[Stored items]
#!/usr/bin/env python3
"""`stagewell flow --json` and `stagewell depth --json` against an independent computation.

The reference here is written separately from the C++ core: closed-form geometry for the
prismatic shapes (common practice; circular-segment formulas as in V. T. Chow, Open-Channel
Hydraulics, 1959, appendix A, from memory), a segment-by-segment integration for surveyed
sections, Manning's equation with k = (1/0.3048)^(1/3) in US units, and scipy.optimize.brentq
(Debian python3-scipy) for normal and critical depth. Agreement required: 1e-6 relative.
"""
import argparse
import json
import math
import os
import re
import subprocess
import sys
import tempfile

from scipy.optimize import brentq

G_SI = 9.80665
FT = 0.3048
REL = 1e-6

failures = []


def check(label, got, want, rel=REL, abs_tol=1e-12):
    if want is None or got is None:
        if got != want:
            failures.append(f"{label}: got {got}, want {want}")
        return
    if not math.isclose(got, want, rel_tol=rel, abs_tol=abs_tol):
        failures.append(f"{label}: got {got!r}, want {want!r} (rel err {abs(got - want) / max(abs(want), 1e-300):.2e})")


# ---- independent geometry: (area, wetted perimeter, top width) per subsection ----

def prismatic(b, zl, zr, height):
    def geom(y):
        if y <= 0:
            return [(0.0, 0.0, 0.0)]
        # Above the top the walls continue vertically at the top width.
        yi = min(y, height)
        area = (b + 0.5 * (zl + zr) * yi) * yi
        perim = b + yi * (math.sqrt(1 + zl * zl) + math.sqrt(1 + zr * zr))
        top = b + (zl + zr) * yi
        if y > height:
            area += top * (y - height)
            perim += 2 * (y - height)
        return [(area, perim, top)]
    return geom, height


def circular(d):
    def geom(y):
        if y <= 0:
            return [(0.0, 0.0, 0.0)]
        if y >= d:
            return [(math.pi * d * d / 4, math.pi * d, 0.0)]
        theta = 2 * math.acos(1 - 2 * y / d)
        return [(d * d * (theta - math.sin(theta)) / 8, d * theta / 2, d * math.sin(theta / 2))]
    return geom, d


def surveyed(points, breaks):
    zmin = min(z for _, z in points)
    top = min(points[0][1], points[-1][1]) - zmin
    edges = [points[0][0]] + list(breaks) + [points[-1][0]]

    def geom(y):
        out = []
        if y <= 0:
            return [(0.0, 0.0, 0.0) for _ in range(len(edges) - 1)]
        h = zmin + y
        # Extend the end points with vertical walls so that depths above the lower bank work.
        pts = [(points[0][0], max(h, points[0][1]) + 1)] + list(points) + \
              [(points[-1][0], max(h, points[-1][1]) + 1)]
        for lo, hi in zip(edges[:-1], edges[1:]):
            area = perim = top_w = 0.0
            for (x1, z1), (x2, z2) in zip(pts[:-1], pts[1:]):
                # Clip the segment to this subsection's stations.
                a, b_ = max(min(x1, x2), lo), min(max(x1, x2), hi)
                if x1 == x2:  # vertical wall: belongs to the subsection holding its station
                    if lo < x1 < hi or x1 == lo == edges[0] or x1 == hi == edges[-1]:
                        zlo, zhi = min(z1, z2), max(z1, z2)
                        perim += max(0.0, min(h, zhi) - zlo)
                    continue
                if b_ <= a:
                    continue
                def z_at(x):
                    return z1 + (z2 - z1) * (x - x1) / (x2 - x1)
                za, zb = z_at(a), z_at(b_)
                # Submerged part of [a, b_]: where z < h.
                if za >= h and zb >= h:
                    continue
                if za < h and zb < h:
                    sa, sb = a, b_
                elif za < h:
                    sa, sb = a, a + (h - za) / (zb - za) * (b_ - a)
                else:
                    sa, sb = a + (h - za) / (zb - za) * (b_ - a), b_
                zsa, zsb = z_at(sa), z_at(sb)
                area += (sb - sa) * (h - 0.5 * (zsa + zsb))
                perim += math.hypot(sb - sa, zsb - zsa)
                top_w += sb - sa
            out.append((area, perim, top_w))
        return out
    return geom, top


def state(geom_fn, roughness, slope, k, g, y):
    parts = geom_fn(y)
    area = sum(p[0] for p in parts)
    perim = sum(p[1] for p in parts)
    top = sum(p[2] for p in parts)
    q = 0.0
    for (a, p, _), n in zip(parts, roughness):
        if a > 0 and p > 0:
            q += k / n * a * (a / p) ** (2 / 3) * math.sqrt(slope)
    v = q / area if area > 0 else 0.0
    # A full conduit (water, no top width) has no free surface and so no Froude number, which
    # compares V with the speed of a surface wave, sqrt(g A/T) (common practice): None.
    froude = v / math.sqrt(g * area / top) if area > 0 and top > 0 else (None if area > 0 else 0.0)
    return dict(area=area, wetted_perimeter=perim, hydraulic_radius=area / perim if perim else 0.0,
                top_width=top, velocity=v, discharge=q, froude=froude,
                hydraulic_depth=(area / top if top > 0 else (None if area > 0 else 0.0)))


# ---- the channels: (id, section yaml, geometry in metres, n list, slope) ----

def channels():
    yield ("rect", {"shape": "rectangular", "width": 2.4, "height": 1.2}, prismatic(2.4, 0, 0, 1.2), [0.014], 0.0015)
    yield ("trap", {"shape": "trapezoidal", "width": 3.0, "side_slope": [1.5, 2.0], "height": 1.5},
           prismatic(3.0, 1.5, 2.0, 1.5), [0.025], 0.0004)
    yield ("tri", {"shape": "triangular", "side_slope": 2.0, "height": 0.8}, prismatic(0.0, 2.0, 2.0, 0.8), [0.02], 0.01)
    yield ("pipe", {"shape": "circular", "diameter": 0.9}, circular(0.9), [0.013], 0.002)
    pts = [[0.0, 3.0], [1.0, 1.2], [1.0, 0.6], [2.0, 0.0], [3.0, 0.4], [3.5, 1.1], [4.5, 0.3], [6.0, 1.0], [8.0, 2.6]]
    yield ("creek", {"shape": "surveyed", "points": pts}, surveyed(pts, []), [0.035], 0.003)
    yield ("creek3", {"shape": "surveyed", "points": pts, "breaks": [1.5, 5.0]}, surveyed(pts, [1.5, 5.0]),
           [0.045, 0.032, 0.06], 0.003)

DIRECTIONS: The lines to output run from the one containing "zsa, zsb = z_at(sa), z_at(sb)" through the last line of the records above; repeat them exactly and nothing more.

ANSWER TO THIS EXERCISE:
                zsa, zsb = z_at(sa), z_at(sb)
                area += (sb - sa) * (h - 0.5 * (zsa + zsb))
                perim += math.hypot(sb - sa, zsb - zsa)
                top_w += sb - sa
            out.append((area, perim, top_w))
        return out
    return geom, top


def state(geom_fn, roughness, slope, k, g, y):
    parts = geom_fn(y)
    area = sum(p[0] for p in parts)
    perim = sum(p[1] for p in parts)
    top = sum(p[2] for p in parts)
    q = 0.0
    for (a, p, _), n in zip(parts, roughness):
        if a > 0 and p > 0:
            q += k / n * a * (a / p) ** (2 / 3) * math.sqrt(slope)
    v = q / area if area > 0 else 0.0
    # A full conduit (water, no top width) has no free surface and so no Froude number, which
    # compares V with the speed of a surface wave, sqrt(g A/T) (common practice): None.
    froude = v / math.sqrt(g * area / top) if area > 0 and top > 0 else (None if area > 0 else 0.0)
    return dict(area=area, wetted_perimeter=perim, hydraulic_radius=area / perim if perim else 0.0,
                top_width=top, velocity=v, discharge=q, froude=froude,
                hydraulic_depth=(area / top if top > 0 else (None if area > 0 else 0.0)))


# ---- the channels: (id, section yaml, geometry in metres, n list, slope) ----

def channels():
    yield ("rect", {"shape": "rectangular", "width": 2.4, "height": 1.2}, prismatic(2.4, 0, 0, 1.2), [0.014], 0.0015)
    yield ("trap", {"shape": "trapezoidal", "width": 3.0, "side_slope": [1.5, 2.0], "height": 1.5},
           prismatic(3.0, 1.5, 2.0, 1.5), [0.025], 0.0004)
    yield ("tri", {"shape": "triangular", "side_slope": 2.0, "height": 0.8}, prismatic(0.0, 2.0, 2.0, 0.8), [0.02], 0.01)
    yield ("pipe", {"shape": "circular", "diameter": 0.9}, circular(0.9), [0.013], 0.002)
    pts = [[0.0, 3.0], [1.0, 1.2], [1.0, 0.6], [2.0, 0.0], [3.0, 0.4], [3.5, 1.1], [4.5, 0.3], [6.0, 1.0], [8.0, 2.6]]
    yield ("creek", {"shape": "surveyed", "points": pts}, surveyed(pts, []), [0.035], 0.003)
    yield ("creek3", {"shape": "surveyed", "points": pts, "breaks": [1.5, 5.0]}, surveyed(pts, [1.5, 5.0]),
           [0.045, 0.032, 0.06], 0.003)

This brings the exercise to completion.